(EXTRACTED MATERIAL begins)
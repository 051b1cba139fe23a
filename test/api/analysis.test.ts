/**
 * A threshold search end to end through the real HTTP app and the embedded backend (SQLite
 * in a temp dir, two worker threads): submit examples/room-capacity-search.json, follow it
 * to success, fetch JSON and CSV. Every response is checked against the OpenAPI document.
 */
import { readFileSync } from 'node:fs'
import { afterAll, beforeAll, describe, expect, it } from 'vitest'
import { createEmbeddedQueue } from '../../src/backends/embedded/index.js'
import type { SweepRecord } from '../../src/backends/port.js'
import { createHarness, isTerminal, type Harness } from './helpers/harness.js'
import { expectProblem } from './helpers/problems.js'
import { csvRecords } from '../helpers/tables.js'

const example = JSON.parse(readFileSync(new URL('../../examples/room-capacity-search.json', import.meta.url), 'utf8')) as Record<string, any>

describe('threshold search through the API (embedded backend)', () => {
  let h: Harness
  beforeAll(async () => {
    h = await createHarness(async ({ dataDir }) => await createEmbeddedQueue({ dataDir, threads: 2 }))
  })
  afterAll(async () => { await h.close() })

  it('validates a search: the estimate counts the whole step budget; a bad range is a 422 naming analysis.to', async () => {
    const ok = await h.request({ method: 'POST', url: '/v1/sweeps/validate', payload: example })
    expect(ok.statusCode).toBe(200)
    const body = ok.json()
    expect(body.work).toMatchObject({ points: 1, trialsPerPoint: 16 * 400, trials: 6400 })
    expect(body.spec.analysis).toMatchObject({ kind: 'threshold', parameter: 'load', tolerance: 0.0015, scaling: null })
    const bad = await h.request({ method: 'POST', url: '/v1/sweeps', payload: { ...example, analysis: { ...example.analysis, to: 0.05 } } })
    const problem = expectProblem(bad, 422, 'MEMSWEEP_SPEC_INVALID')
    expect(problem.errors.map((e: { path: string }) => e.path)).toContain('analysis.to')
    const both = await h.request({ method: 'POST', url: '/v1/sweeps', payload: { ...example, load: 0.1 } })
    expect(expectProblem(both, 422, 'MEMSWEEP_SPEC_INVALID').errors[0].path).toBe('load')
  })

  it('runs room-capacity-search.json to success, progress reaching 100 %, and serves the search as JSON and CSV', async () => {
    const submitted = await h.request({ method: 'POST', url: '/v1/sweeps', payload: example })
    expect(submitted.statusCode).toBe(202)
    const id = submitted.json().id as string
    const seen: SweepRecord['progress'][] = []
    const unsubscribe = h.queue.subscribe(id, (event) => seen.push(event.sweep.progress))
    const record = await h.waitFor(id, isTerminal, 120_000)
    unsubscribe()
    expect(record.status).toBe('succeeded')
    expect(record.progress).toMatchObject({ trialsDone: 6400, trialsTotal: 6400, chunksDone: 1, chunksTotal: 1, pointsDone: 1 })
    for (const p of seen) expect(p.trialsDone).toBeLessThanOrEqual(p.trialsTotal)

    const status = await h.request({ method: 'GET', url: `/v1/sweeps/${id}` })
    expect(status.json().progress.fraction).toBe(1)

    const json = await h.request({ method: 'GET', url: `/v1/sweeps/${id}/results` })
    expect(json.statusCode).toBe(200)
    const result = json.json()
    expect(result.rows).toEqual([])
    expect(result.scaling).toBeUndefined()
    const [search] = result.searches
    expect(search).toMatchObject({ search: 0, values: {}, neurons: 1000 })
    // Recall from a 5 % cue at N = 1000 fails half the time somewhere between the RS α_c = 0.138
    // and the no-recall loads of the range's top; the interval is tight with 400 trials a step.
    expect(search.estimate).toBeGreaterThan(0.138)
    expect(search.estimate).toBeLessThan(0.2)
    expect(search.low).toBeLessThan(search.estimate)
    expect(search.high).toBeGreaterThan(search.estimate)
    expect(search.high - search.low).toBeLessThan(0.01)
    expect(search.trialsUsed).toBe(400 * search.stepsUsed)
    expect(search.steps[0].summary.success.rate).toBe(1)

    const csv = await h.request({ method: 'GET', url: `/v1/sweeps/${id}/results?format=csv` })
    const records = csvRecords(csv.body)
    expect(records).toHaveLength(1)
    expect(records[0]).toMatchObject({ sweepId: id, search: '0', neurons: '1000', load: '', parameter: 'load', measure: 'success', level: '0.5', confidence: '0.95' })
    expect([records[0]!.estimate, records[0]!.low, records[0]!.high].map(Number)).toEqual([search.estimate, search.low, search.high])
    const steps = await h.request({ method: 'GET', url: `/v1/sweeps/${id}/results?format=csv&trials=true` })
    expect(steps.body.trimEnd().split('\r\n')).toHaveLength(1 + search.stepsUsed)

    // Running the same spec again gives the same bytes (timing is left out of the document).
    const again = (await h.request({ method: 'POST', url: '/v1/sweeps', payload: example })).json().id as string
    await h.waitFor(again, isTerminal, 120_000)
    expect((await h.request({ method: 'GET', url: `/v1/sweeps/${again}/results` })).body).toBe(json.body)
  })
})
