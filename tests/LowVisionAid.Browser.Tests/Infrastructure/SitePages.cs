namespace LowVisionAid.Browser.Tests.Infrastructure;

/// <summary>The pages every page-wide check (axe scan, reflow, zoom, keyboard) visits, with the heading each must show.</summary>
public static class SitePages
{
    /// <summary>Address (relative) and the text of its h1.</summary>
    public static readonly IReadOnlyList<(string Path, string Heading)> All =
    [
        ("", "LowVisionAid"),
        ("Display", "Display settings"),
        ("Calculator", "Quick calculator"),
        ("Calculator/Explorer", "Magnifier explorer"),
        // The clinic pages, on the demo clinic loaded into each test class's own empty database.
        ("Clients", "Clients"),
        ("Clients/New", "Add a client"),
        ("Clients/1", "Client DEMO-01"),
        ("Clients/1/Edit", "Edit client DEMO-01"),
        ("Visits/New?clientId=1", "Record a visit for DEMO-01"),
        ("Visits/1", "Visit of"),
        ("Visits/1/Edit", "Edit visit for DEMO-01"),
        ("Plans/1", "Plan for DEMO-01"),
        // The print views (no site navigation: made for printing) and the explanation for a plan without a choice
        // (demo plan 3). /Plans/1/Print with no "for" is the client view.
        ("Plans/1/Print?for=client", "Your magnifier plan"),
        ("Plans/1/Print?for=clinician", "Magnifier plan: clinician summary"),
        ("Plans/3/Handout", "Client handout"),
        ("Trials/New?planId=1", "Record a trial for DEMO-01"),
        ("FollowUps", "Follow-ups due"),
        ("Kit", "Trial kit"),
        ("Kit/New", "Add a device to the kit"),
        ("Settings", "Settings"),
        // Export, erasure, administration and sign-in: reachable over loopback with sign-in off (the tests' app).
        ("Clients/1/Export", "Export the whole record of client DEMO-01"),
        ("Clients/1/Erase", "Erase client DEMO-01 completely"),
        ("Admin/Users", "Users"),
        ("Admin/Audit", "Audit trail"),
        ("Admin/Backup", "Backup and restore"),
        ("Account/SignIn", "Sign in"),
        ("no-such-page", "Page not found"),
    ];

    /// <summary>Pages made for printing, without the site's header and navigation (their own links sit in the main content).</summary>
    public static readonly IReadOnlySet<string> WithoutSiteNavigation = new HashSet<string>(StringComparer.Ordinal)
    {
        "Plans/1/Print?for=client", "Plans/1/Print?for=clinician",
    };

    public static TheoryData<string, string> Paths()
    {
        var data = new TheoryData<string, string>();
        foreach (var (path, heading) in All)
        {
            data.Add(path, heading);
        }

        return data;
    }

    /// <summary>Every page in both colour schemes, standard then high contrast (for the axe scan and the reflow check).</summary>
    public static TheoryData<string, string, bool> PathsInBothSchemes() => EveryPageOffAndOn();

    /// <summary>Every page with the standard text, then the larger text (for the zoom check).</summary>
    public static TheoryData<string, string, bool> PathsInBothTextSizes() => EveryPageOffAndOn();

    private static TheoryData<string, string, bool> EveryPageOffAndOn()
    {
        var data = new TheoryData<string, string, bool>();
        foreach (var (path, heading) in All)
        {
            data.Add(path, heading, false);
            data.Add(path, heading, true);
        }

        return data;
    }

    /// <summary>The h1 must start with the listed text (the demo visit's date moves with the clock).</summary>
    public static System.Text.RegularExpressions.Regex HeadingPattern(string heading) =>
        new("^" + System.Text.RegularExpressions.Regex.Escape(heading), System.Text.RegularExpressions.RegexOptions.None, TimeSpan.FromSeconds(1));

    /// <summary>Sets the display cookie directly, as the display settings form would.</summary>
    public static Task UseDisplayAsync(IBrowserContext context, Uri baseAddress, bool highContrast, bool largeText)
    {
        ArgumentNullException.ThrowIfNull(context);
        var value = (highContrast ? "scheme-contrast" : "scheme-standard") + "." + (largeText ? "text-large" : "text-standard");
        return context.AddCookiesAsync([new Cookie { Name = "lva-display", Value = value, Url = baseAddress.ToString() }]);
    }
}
(EXTRACTED MATERIAL ends)
(EXTRACTED MATERIAL begins)
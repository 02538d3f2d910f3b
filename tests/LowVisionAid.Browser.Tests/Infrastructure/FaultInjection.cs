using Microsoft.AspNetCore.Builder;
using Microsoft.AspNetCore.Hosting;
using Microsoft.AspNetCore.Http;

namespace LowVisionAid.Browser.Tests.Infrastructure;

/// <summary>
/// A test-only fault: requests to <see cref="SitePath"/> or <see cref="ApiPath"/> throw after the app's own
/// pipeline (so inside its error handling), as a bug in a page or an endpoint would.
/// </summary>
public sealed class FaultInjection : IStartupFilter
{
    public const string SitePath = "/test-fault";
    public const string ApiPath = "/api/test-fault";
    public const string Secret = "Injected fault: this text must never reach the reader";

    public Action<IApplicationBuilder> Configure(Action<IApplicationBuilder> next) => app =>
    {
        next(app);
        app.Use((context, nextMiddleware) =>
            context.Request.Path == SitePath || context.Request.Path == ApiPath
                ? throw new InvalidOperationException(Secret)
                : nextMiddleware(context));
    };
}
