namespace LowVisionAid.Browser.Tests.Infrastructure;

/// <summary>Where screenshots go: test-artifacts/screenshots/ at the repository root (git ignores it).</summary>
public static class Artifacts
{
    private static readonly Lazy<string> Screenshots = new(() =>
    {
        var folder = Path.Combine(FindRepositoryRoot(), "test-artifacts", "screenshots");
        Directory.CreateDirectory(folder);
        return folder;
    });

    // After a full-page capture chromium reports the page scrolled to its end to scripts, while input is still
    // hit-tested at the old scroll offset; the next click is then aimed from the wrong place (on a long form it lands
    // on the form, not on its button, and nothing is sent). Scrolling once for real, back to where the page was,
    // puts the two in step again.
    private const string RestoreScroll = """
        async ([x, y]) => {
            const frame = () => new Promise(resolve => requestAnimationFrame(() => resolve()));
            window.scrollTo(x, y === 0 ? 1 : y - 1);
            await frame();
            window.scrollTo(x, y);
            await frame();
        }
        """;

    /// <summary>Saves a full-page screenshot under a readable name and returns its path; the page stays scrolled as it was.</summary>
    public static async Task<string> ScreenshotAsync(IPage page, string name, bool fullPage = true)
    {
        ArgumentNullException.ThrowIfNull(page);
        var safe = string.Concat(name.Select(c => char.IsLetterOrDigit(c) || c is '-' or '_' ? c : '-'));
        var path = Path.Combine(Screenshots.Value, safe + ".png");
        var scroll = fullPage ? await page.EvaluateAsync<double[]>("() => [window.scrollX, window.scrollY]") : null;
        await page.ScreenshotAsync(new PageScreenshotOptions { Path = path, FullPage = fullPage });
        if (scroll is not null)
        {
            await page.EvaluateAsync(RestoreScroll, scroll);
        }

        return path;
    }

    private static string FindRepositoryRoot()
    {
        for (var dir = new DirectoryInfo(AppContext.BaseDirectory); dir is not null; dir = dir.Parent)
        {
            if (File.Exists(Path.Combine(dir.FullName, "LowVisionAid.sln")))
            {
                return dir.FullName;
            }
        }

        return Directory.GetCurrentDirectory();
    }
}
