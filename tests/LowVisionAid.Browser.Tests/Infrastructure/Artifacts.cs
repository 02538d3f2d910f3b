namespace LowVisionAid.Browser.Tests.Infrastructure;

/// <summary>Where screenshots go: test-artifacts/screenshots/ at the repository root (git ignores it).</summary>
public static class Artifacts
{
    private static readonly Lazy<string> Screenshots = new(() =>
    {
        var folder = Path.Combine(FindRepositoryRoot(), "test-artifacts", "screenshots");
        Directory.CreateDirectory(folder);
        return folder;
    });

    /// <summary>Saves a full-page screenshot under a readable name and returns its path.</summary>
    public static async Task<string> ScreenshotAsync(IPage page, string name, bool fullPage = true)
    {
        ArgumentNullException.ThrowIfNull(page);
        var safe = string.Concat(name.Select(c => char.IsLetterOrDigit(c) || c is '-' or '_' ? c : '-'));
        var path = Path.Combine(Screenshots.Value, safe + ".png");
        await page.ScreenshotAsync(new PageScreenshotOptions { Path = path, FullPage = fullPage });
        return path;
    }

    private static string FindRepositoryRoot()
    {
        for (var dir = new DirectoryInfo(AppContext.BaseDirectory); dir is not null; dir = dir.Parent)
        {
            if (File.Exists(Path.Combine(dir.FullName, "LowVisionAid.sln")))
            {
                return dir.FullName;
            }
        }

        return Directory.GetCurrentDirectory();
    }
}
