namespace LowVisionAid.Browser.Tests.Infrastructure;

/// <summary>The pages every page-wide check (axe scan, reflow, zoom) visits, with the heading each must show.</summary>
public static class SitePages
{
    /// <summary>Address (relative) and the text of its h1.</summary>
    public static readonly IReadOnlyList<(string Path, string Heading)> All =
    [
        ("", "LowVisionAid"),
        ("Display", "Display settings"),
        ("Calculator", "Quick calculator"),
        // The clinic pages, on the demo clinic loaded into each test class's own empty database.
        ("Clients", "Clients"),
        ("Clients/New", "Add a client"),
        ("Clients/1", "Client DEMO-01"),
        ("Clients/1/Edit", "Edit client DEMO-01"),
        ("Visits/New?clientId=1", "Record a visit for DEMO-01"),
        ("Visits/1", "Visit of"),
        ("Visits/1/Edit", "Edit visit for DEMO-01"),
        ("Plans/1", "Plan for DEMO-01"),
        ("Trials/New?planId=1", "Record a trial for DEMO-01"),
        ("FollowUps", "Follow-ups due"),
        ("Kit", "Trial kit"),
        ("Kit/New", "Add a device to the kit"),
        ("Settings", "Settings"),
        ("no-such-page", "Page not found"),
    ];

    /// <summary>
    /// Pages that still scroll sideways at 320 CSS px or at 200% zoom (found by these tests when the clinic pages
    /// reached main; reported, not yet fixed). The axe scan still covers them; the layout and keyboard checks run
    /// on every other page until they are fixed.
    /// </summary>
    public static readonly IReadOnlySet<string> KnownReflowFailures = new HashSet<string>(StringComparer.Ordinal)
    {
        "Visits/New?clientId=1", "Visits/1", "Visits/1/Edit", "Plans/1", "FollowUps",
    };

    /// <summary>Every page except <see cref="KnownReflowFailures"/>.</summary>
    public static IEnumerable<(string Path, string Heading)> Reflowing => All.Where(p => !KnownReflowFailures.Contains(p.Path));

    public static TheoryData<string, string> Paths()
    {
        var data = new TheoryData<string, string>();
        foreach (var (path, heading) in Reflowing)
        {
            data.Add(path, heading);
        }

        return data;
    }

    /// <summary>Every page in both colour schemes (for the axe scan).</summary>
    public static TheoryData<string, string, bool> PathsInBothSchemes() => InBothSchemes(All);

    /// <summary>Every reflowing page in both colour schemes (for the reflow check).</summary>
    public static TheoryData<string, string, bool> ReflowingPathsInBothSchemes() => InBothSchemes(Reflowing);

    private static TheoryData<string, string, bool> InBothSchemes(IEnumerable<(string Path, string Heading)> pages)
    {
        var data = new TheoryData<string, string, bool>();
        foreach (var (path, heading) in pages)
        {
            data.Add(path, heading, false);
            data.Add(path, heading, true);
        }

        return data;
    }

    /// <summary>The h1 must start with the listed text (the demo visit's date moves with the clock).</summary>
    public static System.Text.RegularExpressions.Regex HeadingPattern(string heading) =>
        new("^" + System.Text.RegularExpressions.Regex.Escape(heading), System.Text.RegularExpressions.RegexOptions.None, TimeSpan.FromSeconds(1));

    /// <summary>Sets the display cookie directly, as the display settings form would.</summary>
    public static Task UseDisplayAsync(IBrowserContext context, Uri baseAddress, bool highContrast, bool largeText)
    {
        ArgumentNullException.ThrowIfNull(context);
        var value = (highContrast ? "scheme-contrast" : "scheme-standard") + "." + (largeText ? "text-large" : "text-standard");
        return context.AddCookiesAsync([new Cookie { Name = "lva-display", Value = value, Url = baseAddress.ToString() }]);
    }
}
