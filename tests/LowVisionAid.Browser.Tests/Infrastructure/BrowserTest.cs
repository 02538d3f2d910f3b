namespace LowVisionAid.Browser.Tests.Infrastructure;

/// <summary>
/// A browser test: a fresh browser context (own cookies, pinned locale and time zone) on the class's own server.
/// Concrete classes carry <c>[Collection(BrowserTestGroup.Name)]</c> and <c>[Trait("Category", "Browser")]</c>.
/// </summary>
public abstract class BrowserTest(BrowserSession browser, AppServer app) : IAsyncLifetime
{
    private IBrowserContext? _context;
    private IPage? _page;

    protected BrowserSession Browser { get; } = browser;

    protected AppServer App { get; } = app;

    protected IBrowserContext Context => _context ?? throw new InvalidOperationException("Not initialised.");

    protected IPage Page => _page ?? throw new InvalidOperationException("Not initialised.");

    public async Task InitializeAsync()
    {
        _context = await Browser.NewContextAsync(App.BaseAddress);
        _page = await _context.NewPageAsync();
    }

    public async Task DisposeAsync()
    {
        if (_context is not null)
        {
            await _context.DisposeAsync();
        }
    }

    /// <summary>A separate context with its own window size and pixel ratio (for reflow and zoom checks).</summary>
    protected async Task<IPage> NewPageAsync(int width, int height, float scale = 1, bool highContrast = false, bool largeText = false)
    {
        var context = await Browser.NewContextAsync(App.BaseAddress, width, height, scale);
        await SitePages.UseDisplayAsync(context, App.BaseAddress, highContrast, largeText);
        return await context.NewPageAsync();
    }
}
(EXTRACTED MATERIAL ends)
→ WHAT TO WORK ON
Among the records above, repeat exactly the line with "expect(submitted.statusCode).toBe(202)", the line with "const result = json.json()", and every line in between, and only those.

→ PROBLEM SOLUTION
    expect(submitted.statusCode).toBe(202)
    const id = submitted.json().id as string
    const seen: SweepRecord['progress'][] = []
    const unsubscribe = h.queue.subscribe(id, (event) => seen.push(event.sweep.progress))
    const record = await h.waitFor(id, isTerminal, 120_000)
    unsubscribe()
    expect(record.status).toBe('succeeded')
    expect(record.progress).toMatchObject({ trialsDone: 6400, trialsTotal: 6400, chunksDone: 1, chunksTotal: 1, pointsDone: 1 })
    for (const p of seen) expect(p.trialsDone).toBeLessThanOrEqual(p.trialsTotal)

    const status = await h.request({ method: 'GET', url: `/v1/sweeps/${id}` })
    expect(status.json().progress.fraction).toBe(1)

    const json = await h.request({ method: 'GET', url: `/v1/sweeps/${id}/results` })
    expect(json.statusCode).toBe(200)
    const result = json.json()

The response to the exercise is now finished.